Caruso R et al. 2017 ( 30 ) found that men have a higher perception of self-efficacy than women. Moreover, Cherrington A. et al. 2010 ( 55 ) reported that there is strong evidence that diabetes self-efficacy mediates the effect of depressive symptoms on glycemic control for males. In the same area, Boonsatean W. et al. 2018 ( 34 ) found that men felt more confident in the treatment given by the health professionals and showed higher confidence in the treatment effectiveness than women. Deepening, Mansyur C. L. et al. 2016 ( 56 ) reported that men who were more discouraged from following a healthful diet but who ate the same foods tended to have lower Self-efficacy, while women who received more support and who ate the same foods as their families tended to have higher Self-efficacy. The same author ( 33 ) found that women had significantly lower self-efficacy (SE) and tended to perceive that they received lower levels of support. Shrestha A. D. et al. 2013 ( 36 ) reported that men who had higher self-efficacy had better dietary practice, while women with lower self-efficacy could not follow a good diet.

Caruso R. et al. 2020 ( 24 ) reported that in females, a higher level of persistence in self-care self-efficacy as a determinant of adequate self-care maintenance, while in both males and females, persistence higher level of self-care self-efficacy was associated with a decrease in the risk of inadequate self-care management. Moreover, among males, being an active worker was associated with inadequate self-care maintenance, while low income was associated with inadequate self-care maintenance only in females. On the same line, Choi J. S. et al. 2015 ( 32 ) stated that the number of diabetes-related complications, diabetes self-efficacy, and depression were significant predictors of self-care behaviors in older men; while in older women, the predictors were diabetes self-efficacy, depression, duration of diabetes, and barriers to diabetes self-care.

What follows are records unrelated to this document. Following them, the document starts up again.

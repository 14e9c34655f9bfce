"""Calculation files as texts, and sides made from them, for the tests of the comparison."""

from __future__ import annotations

import functools
import re
import tempfile
from pathlib import Path

from calcbook.revisions.sides import Side, load_side
from calcbook.seals import Issued, seal_text, sha256_of

EXAMPLES = Path(__file__).resolve().parents[2] / "calcs"

# The check values' calculation: everything stated, so that U can be made by hand.
STATED = """\
calculation:
  {number: CV-1, title: Stated coefficients, plant: Larkmoor Works, revision: A, prepared by: K. L.,
   date: 2026-09-02}
purpose: Compare two revisions by hand.
givens:
  d_o:  {value: 19.05 mm, is: tube outside diameter, source: drawing 1}
  d_i:  {value: 14.83 mm, is: tube bore, source: drawing 1}
  k:    {value: 16 W/(m K), is: wall conductivity, source: drawing 1}
  h_i:  {value: 5000 W/(m^2 K), is: inside film coefficient, source: data sheet 2}
  h_o:  {value: 1500 W/(m^2 K), is: outside film coefficient, source: data sheet 2}
  R_fo: {value: 1.8e-4 m^2 K/W, is: outside allowance, source: standard 3}
  R_fi: {value: 1.8e-4 m^2 K/W, is: inside allowance, source: standard 3}
geometry: {shape: tube, inside diameter: d_i, outside diameter: d_o}
resistances:
  - {name: inside film, kind: film, coefficient: h_i, on: inside}
  - {name: inside deposit, kind: fouling, resistance: R_fi, on: inside}
  - {name: wall, kind: wall, conductivity: k}
  - {name: outside deposit, kind: fouling, resistance: R_fo, on: outside}
  - {name: outside film, kind: film, coefficient: h_o, on: outside}
acceptance:
  - {that: U_service >= 600 W/(m^2 K), source: specification 4}
report: {U on: outside, units: SI}
"""


@functools.lru_cache(maxsize=256)
def _kept(text: str, beside: tuple[tuple[str, str], ...]) -> Side:
    with tempfile.TemporaryDirectory() as folder:
        for name, content in (*beside, ("calculation.yaml", text)):
            path = Path(folder) / name
            path.parent.mkdir(exist_ok=True)
            path.write_text(content, encoding="utf-8")
        return load_side("calculation.yaml", Path(folder), Path(folder) / "output")


def side_of(text: str, beside: dict[str, str] | None = None) -> Side:
    """A side from the text of its file, with other files in its folder; each text is solved once."""
    return _kept(text, tuple((beside or {}).items()))


def seal(folder: Path, number: str, revision: str, supersedes: str = "") -> None:
    """Seal the files of a folder as an issued copy, final."""
    files = {path.name: sha256_of(path.read_bytes()) for path in folder.iterdir()}
    issued = Issued(folder, number, revision, "final", "2026-09-02", supersedes, "", {}, {}, files)
    (folder / "seal.json").write_text(seal_text(issued), encoding="utf-8")


def example(name: str) -> str:
    """The text of a calculation file of the example book."""
    return (EXAMPLES / f"{name}.yaml").read_text(encoding="utf-8")


def example_side(text: str) -> Side:
    """A side of an example's text, with the settings, histories and house cards of the example book."""
    beside = [
        EXAMPLES / "book.yaml",
        *sorted(EXAMPLES.glob("*.csv")),
        *sorted((EXAMPLES / "cards").glob("*.yaml")),
    ]
    return side_of(
        text, {path.relative_to(EXAMPLES).as_posix(): path.read_text(encoding="utf-8") for path in beside}
    )


def with_value(text: str, symbol: str, value: str) -> str:
    """A file's text with another value for a given."""
    changed, count = re.subn(rf"(\n  {symbol}: *{{value: )[^,]+,", rf"\g<1>{value},", text, count=1)
    assert count == 1, symbol
    return changed
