def test_streams_fluids_methods_and_cases_of_an_example() -> None:
    old = example("wc-101")
    new = old.replace("4 bara", "5 bara").replace(
        "fluid: water", "fluid: {mixture: ethylene glycol + water, mass fraction: 30 %}"
    )
    new = new.replace("situation: inside-tube}", "situation: inside-tube, method: gnielinski-1976}")
    new = new.replace("T_cold: {value: 12 degC", "T_cold: {value: 11 degC").replace(
        "verified: no}", "verified: {by: M. R., date: 2026-11-01, evidence: drawing 7}}"
    )
    found = changes_between(example_side(old), example_side(new))
    assert [(change.id, change.kind, change.moves) for change in found] == [
        ("assumptions/A1/verified", "assumption", False),
        ("streams/hot/fluid", "fluid", True),
        ("streams/hot/pressure", "stream", True),
        ("resistances/tube-side film/method", "method", True),
        ("cases/winter/T_cold", "case", False),
    ]


def test_a_reworded_assumption_stands_apart_from_one_that_is_verified() -> None:
    old = example("wc-101")
    basis = "basis: to be confirmed at the next shutdown"
    assert old.count(basis) == 1
    found = changes_between(example_side(old), example_side(old.replace(basis, "basis: seen in 2025")))
    assert [(change.id, change.kind, change.moves) for change in found] == [
        ("assumptions/A1/basis", "text only", False)
    ]


def test_a_fraction_of_a_mixture_is_a_figure_of_its_stream() -> None:
    old = example("gc-401").replace("mass fraction: w_eg", "mass fraction: 40 %")
    (change,) = changes_between(
        example_side(old), example_side(old.replace("mass fraction: 40 %", "mass fraction: 35 %"))
    )
    assert (change.id, change.kind, change.was, change.now) == (
        "streams/brine/fluid/mass fraction",
        "stream",
        "40 %",
        "35 %",
    )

Our literature review provided an overall perspective on the evidence related to sex-related differences in self-care behaviors of patients with T2DM. We discovered 29 primary studies emerging by databases search, showing a growing interest in this topic by researchers; accordingly, the literature is extensive, but results are often fragmented and contradictory, undermining the effective possibility for nurses and clinicians to establish interventions to support the lacking areas of diversity between males and females with T2DM in the implementation of their self-care behaviors. So, we wanted to summarize and interpret evidence about sex-related differences in self-care among this population. For this aim, our study can be considered innovative and very useful in clinical practice, as it will allow combining each individual research effort into a global vision.

As already highlighted, self-care has a crucial role in determining a positive clinical trajectory among patients with chronic diseases ( 57 ). Sex-related differences are an important feature of the real world, as men and females perform many aspects of biology, physiopathology, and clinical issues in a specific way. It is possible to recognise males’ and females’ peculiarities in self-care behaviors. Indeed, it was found that males and females with T2DM performed self-care differently; more males reported performing better behaviors aimed at maintaining health and clinical stability (i.e., self-care maintenance) than females, but mainly concerning physical activity. On the other hand, more females reported performing adequate behaviors aimed at monitoring their signs and symptoms (i.e., self-care monitoring) but with worse glycemic control and diabetic complications (i.e., self-care management). These results are relevant because they clarify what is known about this aspect, which is fundamental for designing future research and implementing evidence-based personalized educational interventions for both sexes.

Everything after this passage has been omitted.